■ **Exercise material**:
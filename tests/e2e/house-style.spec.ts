import type { Browser, Page } from '@playwright/test';
import { type OwnServer, PASSWORD, startServer, temporaryFolder } from './own-server';
import { expect, test } from './support';

/** A desk of its own: what is put in force here would change the words of every other test. */
const PORT = 3112;
const ORIGIN = `http://localhost:${PORT}`;
const TAIL = 'by {pollster}, but the poll cannot settle it';
const FIGURE =
  '{among, select, several {Of the two, {a} has} other {{a} has}} the higher figure, {aShare} to {bShare} for {b}, in poll';

// A page that is not for everybody answers 403 or 404.
test.use({ expectedErrors: [/status of (403|404)/] });

const { folder, remove } = temporaryFolder();
let server: OwnServer;
test.beforeAll(async () => {
  test.setTimeout(120_000);
  server = await startServer(PORT, folder);
});
test.afterAll(async () => {
  await server.end('SIGTERM');
  remove();
});

async function deskOf(browser: Browser, who: string): Promise<Page> {
  const page = await (await browser.newContext()).newPage();
  await page.goto(`${ORIGIN}/sign-in`);
  await page.getByLabel('Email', { exact: true }).fill(`${who}@averil-courier.example`);
  await page.getByLabel('Password', { exact: true }).fill(PASSWORD);
  await page.getByRole('button', { name: 'Sign in' }).click();
  await page.waitForURL((url) => url.pathname !== '/sign-in');
  return page;
}

/** Drafts a sheet from the first fragile lead of the desk and gives its headline. */
async function fragileHeadline(page: Page): Promise<string> {
  await page.goto(`${ORIGIN}/releases`);
  const links = await page.getByRole('row').getByRole('link').all();
  const places = await Promise.all(links.map((link) => link.getAttribute('href')));
  for (const place of new Set(places.filter((one) => /^\/releases\/[\w-]{22}$/.test(one ?? '')))) {
    await page.goto(`${ORIGIN}/lines/new?release=${place!.split('/').at(-1)}`);
    const fragile = page.getByRole('radio', { name: /minus.*fragile/i });
    if ((await fragile.count()) === 0) continue;
    await fragile.first().check();
    await page.getByRole('button', { name: 'Draft the sheet' }).click();
    await page.waitForURL(/\/lines\/[\w-]{22}$/);
    return page.getByLabel('Headline claim', { exact: true }).inputValue();
  }
  throw new Error('the demo has no fragile lead');
}

test('a changed sentence is refused for “leads”, mended, put in force by a second editor, and drafted with', async ({
  browser,
}) => {
  test.setTimeout(240_000);
  const [reed, varn, quill, oake, harrow] = [
    await deskOf(browser, 'reed'),
    await deskOf(browser, 'varn'),
    await deskOf(browser, 'quill'),
    await deskOf(browser, 'oake'),
    await deskOf(browser, 'harrow'),
  ];

  // Everybody reads what is in force; only editors change it.
  for (const page of [quill, oake, harrow]) {
    await page.goto(`${ORIGIN}/house-style`);
    await expect(page.getByText('Version 1 is in force')).toBeVisible();
    await expect(page.getByRole('button', { name: 'Change house style' })).toHaveCount(0);
  }

  await reed.goto(`${ORIGIN}/house-style`);
  await reed.getByRole('button', { name: 'Change house style' }).click();
  await reed.waitForURL(/\/edit$/);
  const draft = new URL(reed.url()).pathname.replace('/edit', '');
  const sentence = reed.getByLabel('Fragile', { exact: true });
  await sentence.fill(`{a} leads {b}, {aShare} to {bShare}, in poll ${TAIL}`);
  await expect(reed.getByText('“leads” says more than the verdict Fragile supports.')).toBeVisible();
  await reed.getByLabel('Note for the second editor').fill('A fragile lead is told by its figure.');
  await reed.getByRole('button', { name: 'Propose this version' }).click();
  await expect(reed.getByRole('heading', { name: 'This version cannot be proposed yet' })).toBeVisible();

  // What was refused is still there after the page was left.
  await reed.reload();
  await expect(sentence).toHaveValue(/\{a\} leads \{b\}/);
  await sentence.fill('');
  await sentence.fill(`${FIGURE} ${TAIL.replace('{pollster}', '')}`);
  await sentence.evaluate(
    (field: HTMLTextAreaElement, at) => field.setSelectionRange(at, at),
    `${FIGURE} by `.length,
  );
  await reed.getByLabel('Insert into Fragile').selectOption('pollster');
  await expect(sentence).toHaveValue(`${FIGURE} ${TAIL}`);
  await expect(reed.getByRole('list', { name: 'Fragile, filled' }).getByRole('listitem')).toHaveCount(3);
  await expect(reed.getByRole('list', { name: 'Fragile, filled' })).toContainText('has the higher figure');
  await reed.getByRole('button', { name: 'Look through what is live' }).click();
  await expect(reed.getByText(/live sheets? looked at/)).toBeVisible();
  await reed.getByLabel('Note for the second editor').fill('A fragile lead is told by its figure.');
  await reed.getByRole('button', { name: 'Propose this version' }).click();
  await reed.waitForURL(`${ORIGIN}${draft}`);
  await expect(reed.getByText('You proposed this version. It waits for another editor.')).toBeVisible();
  await expect(reed.getByRole('button', { name: 'Put in force' })).toHaveCount(0);

  // A reporter is told nothing of a proposal.
  expect((await quill.goto(`${ORIGIN}${draft}`))?.status()).toBe(404);
  expect((await varn.goto(`${ORIGIN}${draft}/edit`))?.status()).toBe(403);

  await varn.goto(`${ORIGIN}/house-style`);
  await varn.getByRole('link', { name: 'Read what is proposed' }).click();
  await expect(varn.getByText('English: Headline claim · Lead, Fragile')).toBeVisible();
  await varn.getByRole('button', { name: 'Put in force' }).click();
  await expect(varn.getByRole('heading', { name: 'Version 2' })).toBeVisible();

  await quill.goto(`${ORIGIN}/house-style`);
  await expect(
    quill.getByText(/Version 2 is in force since .* by Marten Reed and Isolde Varn/),
  ).toBeVisible();
  expect(await fragileHeadline(quill)).toMatch(/ has the higher figure, .* but the poll cannot settle it$/);
});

■ **Required work**:
Within the material, find all lines that hold the word "settle" and show them.

■ **Answer to the problem**:
const TAIL = 'by {pollster}, but the poll cannot settle it';
  expect(await fragileHeadline(quill)).toMatch(/ has the higher figure, .* but the poll cannot settle it$/);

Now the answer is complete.